WORK ORDER —
Write out again, exactly, the lines below starting at the one with "positions[i * dim" and ending at the one with "const hamiltonian = triplets.toCsr(size);".

SOURCE RECORDS —
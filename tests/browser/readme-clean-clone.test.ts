// A new user's first hour, followed literally: a fresh clone of the committed HEAD in a scratch
// folder, with no node_modules, and the README's "Two commands" in README order.
//   1. `npm start` installs everything (Debian packages are already there), builds, and prints one
//      address, on 8888 or the next free port (this test holds 8888 when it can).
//   2. In a fresh Chromium on that address: chernel heads the launcher; the widgets come from the
//      prebuilt extension in a Jupyter data directory; each demo, opened without trusting it, shows
//      every figure and widget output as a picture; a trusted demo's widget follows a drag; a new
//      notebook with a widget is saved with the lab's default settings. Ctrl-C stops it all.
//   3. `npm start` again after a package was deleted from node_modules (a half-installed tree): it
//      repairs it; in a fresh lab (fresh settings, fresh browser profile) the saved notebook shows
//      its widget as a picture untrusted, and live once trusted.
//   4. `chernel export-html` and Debian's nbconvert (`python3 -m nbconvert --to html`) both show
//      the saved widget's picture.
//   5. The second command (setup, then one fast test layer chosen with CHERNEL_LAYERS, so that this
//      test does not recurse into the whole suite).
// npm installs from its cache when it can (prefer-offline); CI fills the cache from the registry.
// Screenshots of each step: $CHERNEL_ARTIFACTS/readme-*.png. Takes 5-8 minutes, most of it npm ci
// and the builds.
import { spawn, spawnSync, type ChildProcess } from 'node:child_process';
import { createWriteStream, existsSync, mkdirSync, mkdtempSync, readdirSync, readFileSync, rmSync } from 'node:fs';
import { createServer, type Server } from 'node:net';
import { tmpdir } from 'node:os';
import { join } from 'node:path';
import { chromium } from 'playwright-core';
import { afterAll, beforeAll, describe, expect, it } from 'vitest';
import { projectDir } from '../../lab/launch.js';
import { CHROMIUM_ARGS, CHROMIUM_PATH } from './chromium.js';
import { artifactsDir, openBrowserOn, type CellOutput, type LabSession, type NotebookHandle } from './lab-harness.js';

const WIDGET_VIEW = 'application/vnd.jupyter.widget-view+json';
/** Outputs that draw something: a widget, a plotly figure, a picture. */
const PICTURE_MIMES = [WIDGET_VIEW, 'application/vnd.plotly.v1+json', 'image/png', 'image/svg+xml'];
/** Smaller than this (CSS px) is an icon or a placeholder, not a figure. */
const MIN_SIDE = 100;
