/**
 * step(rowStart, columns, values, n, f, fShift, [cur_j, prev_j, next_j] for j < k,
 * out_{j,t} for j < k, t < q, coef_{j,t} likewise): addresses in bytes; rowStart and columns
 * i32, values and vectors complex (16 bytes per entry, 16-byte aligned).
 */
function chebyshevStep(k: number, q: number): Body {
  const params = [I32, I32, I32, I32, F64, F64, ...new Array<number>(3 * k + k * q).fill(I32), ...new Array<number>(k * q).fill(F64)];
  const f = new Body(params);
  const [rowStart, columns, values, n, fScale, fShift] = [0, 1, 2, 3, 4, 5];
  const vec = (j: number, which: 0 | 1 | 2) => 6 + 3 * j + which;
  const out = (j: number, t: number) => 6 + 3 * k + j * q + t;
  const coefParam = (j: number, t: number) => 6 + 3 * k + k * q + j * q + t;
  const i = f.local(I32), iEnd = f.local(I32), rs = f.local(I32);
  const ce = f.local(I32), ceEnd = f.local(I32), ve = f.local(I32), c = f.local(I32);
  const vr = f.local(V128), vi = f.local(V128), x = f.local(V128), y = f.local(V128);
  const fv = f.local(V128), fpm = f.local(V128), fsv = f.local(V128);
  const acc1 = Array.from({ length: k }, () => f.local(V128));
  const acc2 = Array.from({ length: k }, () => f.local(V128));
  const coef = Array.from({ length: k * q }, () => f.local(V128));
  f.get(fScale).splat().set(fv);
  f.get(fScale).fneg().plusMinus().set(fpm); // (-f, f)
  f.get(fShift).splat().set(fsv);
  for (let j = 0; j < k; j++) for (let t = 0; t < q; t++) f.get(coefParam(j, t)).splat().set(coef[j * q + t]);
  // ce, ve: the first entry of row 0; rs: where row 1 starts.
  f.get(rowStart).op(0x28, 2, 0).set(c);
  f.get(columns).get(c).i32(4).mul().add().set(ce);
  f.get(values).get(c).i32(16).mul().add().set(ve);
  f.get(rowStart).i32(4).add().set(rs);
  f.i32(0).set(i).get(n).i32(16).mul().set(iEnd);
  f.forBytes(i, iEnd, 16, () => {
    for (let j = 0; j < k; j++) f.vzero().set(acc1[j]).vzero().set(acc2[j]);
    f.get(columns).get(rs).op(0x28, 2, 0).i32(4).mul().add().set(ceEnd);
    f.get(rs).i32(4).add().set(rs);
    f.forBytes(ce, ceEnd, 4, () => {
      f.get(ce).op(0x28, 2, 0).i32(4).op(0x74).set(c); // column * 16
      f.get(ve).simd(0x0a, 3, 0).set(vr); // load64_splat
      f.get(ve).simd(0x0a, 3, 8).set(vi);
      for (let j = 0; j < k; j++) {
        f.get(vec(j, 0)).get(c).add().vload().set(x);
        f.get(vr).get(x).accumulate(acc1[j]);
        f.get(vi).get(x).accumulate(acc2[j]);
      }
      f.get(ve).i32(16).add().set(ve);
    });
    for (let j = 0; j < k; j++) {
      // y = f acc1 + (-f, f) swap(acc2) - f shift cur - prev
      f.get(acc1[j]).get(fv).vmul();
      f.swapped(acc2[j]).get(fpm).vmul().vadd();
      f.get(vec(j, 0)).get(i).add().vload().get(fsv).vmul().vsub();
      f.get(vec(j, 1)).get(i).add().vload().vsub().set(y);
      f.get(vec(j, 2)).get(i).add().get(y).vstore();
      for (let t = 0; t < q; t++) {
        f.get(out(j, t)).get(i).add();
        f.get(out(j, t)).get(i).add().vload().get(coef[j * q + t]).get(y).vmul().vadd();
        f.vstore();
      }
    }
  });
  return f;
}
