/** Build the sample described by `options` from the model compiled in `h` at its parameter values. */
export function buildSample(h: BlochHamiltonian, options: SampleOptions): Sample {
  const o = checkSampleOptions(options, h.dim);
  const spec = h.spec;
  refuseIfTooLarge('the sample', o.sizes, (s) => sampleCost(h.size, spec.terms.length, s));
  const dim = h.dim;
  const vectors = spec.vectors;
  if (o.displacement > 0 && vectors[0].length !== dim) {
    throw new ModelError('displacement', `needs lattice vectors with ${dim} Cartesian components (the model's have ${vectors[0].length}). Value: ${o.displacement}`);
  }
  for (const [name] of o.parameters) {
    if (!Object.hasOwn(spec.parameters, name)) {
      const known = Object.keys(spec.parameters);
      throw new ModelError(`parameterDisorder.${name}`, `model "${spec.name}" has no parameter ${JSON.stringify(name)} (it has: ${known.length ? known.join(', ') : 'none'})`);
    }
  }
  const hop = h.hoppings();
  for (let t = 0; t < hop.count; t++) {
    for (let j = dim; j < hop.cellDim; j++) {
      if (hop.cells[t * hop.cellDim + j] !== 0) throw new ModelError(`terms[${t}].cell`, `a term crosses an open direction of the model. Value: ${valueText(Array.from(hop.cells.subarray(t * hop.cellDim, (t + 1) * hop.cellDim)))}`);
    }
  }
  const { site: siteOf, count: sitesPerCell } = modelSites(spec);
  const norb = h.size;
  const cellCount = o.sizes.reduce((a, b) => a * b, 1);
  const stride = o.sizes.map((_, i) => o.sizes.slice(0, i).reduce((a, b) => a * b, 1));
  const cellOf = (index: number, out: number[]) => {
    for (let j = 0; j < dim; j++) out[j] = Math.floor(index / stride[j]) % o.sizes[j];
    return out;
  };

  // Site draws: vacancy, potential, displacement.
  const rng = new SeededRandom(o.seed);
  const totalSites = cellCount * sitesPerCell;
  const vacant = new Uint8Array(totalSites);
  const potential = new Float64Array(totalSites);
  const shift = new Float64Array(totalSites * dim);
  let removed = 0;
  for (let s = 0; s < totalSites; s++) {
    vacant[s] = rng.next() < o.vacancies ? 1 : 0;
    removed += vacant[s];
    potential[s] = rng.centred(o.onsite);
    const delta: number[] = [];
    for (let j = 0; j < dim; j++) delta.push(rng.centred(o.displacement));
    if (o.displacement > 0) shift.set(toReduced(vectors, dim, delta), s * dim);
  }

  // Orbitals kept, numbered in cell order then model order.
  const index = new Int32Array(cellCount * norb).fill(-1);
  let size = 0;
  for (let c = 0; c < cellCount; c++) for (let a = 0; a < norb; a++) if (!vacant[c * sitesPerCell + siteOf[a]]) index[c * norb + a] = size++;
  if (size === 0) throw new ModelError('vacancies', `every site was removed. Value: ${o.vacancies}`);
  const cells = new Int32Array(size * dim);
  const orbitals = new Int32Array(size);
  const positions = new Float64Array(size * dim);
  const spin = new Int8Array(size);
  const cell: number[] = new Array<number>(dim).fill(0);
  const triplets = new TripletList();
  for (let c = 0; c < cellCount; c++) {
    cellOf(c, cell);
    for (let a = 0; a < norb; a++) {
      const i = index[c * norb + a];
      if (i < 0) continue;
      const s = c * sitesPerCell + siteOf[a];
      orbitals[i] = a;
      spin[i] = spec.orbitals[a].spin === 'up' ? 1 : spec.orbitals[a].spin === 'down' ? -1 : 0;
      for (let j = 0; j < dim; j++) {
        cells[i * dim + j] = cell[j];
        positions[i * dim + j] = cell[j] + spec.orbitals[a].position[j] + shift[s * dim + j];
      }
      if (o.onsite > 0) triplets.add(i, i, potential[s], 0);
    }
  }

  addTerms(h, hop, o, { dim, norb, sitesPerCell, siteOf, cellCount, stride, index, shift, vectors, spec }, rng, triplets, cellOf);
  const hamiltonian = triplets.toCsr(size);
  const orientation = dim >= 2 && vectors[0][0] * vectors[1][1] - vectors[0][1] * vectors[1][0] < 0 ? -1 : 1;
  return {
    size, dim, sizes: o.sizes, boundary: o.boundary, cells, orbitals, positions, spin, orientation, hamiltonian,
    disorder: {
      seed: o.seed,
      onsite: { width: o.onsite, distribution: `uniform in [-${o.onsite / 2}, ${o.onsite / 2}] per site, added to each orbital of the site` },
      bond: { width: o.bond, distribution: `each bond times (1 + d), d uniform in [-${o.bond / 2}, ${o.bond / 2}], one d per bond` },
      parameters: {
        widths: Object.fromEntries(o.parameters),
        distribution: o.parameters.length === 0 ? 'none' : `each bond (or site) draws ${o.parameters.map(([p, w]) => `${p} uniform in [${p} - ${w / 2}, ${p} + ${w / 2}]`).join(', ')}, around ${o.parameters.map(([p]) => `${p} = ${h.params[p]}`).join(', ')}`,
      },
      vacancies: { fraction: o.vacancies, removed },
      displacement: {
        width: o.displacement,
        distribution: `each Cartesian component uniform in [-${o.displacement / 2}, ${o.displacement / 2}] per site`,
        hoppings: o.decayLength === null ? 'amplitudes unchanged (positions enter the position operators only)' : `t exp(-(|r'| - |r|)/${o.decayLength}) with r, r' the bond vector before and after`,
      },
    },
  };
}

ANSWER AREA —
        positions[i * dim + j] = cell[j] + spec.orbitals[a].position[j] + shift[s * dim + j];
      }
      if (o.onsite > 0) triplets.add(i, i, potential[s], 0);
    }
  }

  addTerms(h, hop, o, { dim, norb, sitesPerCell, siteOf, cellCount, stride, index, shift, vectors, spec }, rng, triplets, cellOf);
  const hamiltonian = triplets.toCsr(size);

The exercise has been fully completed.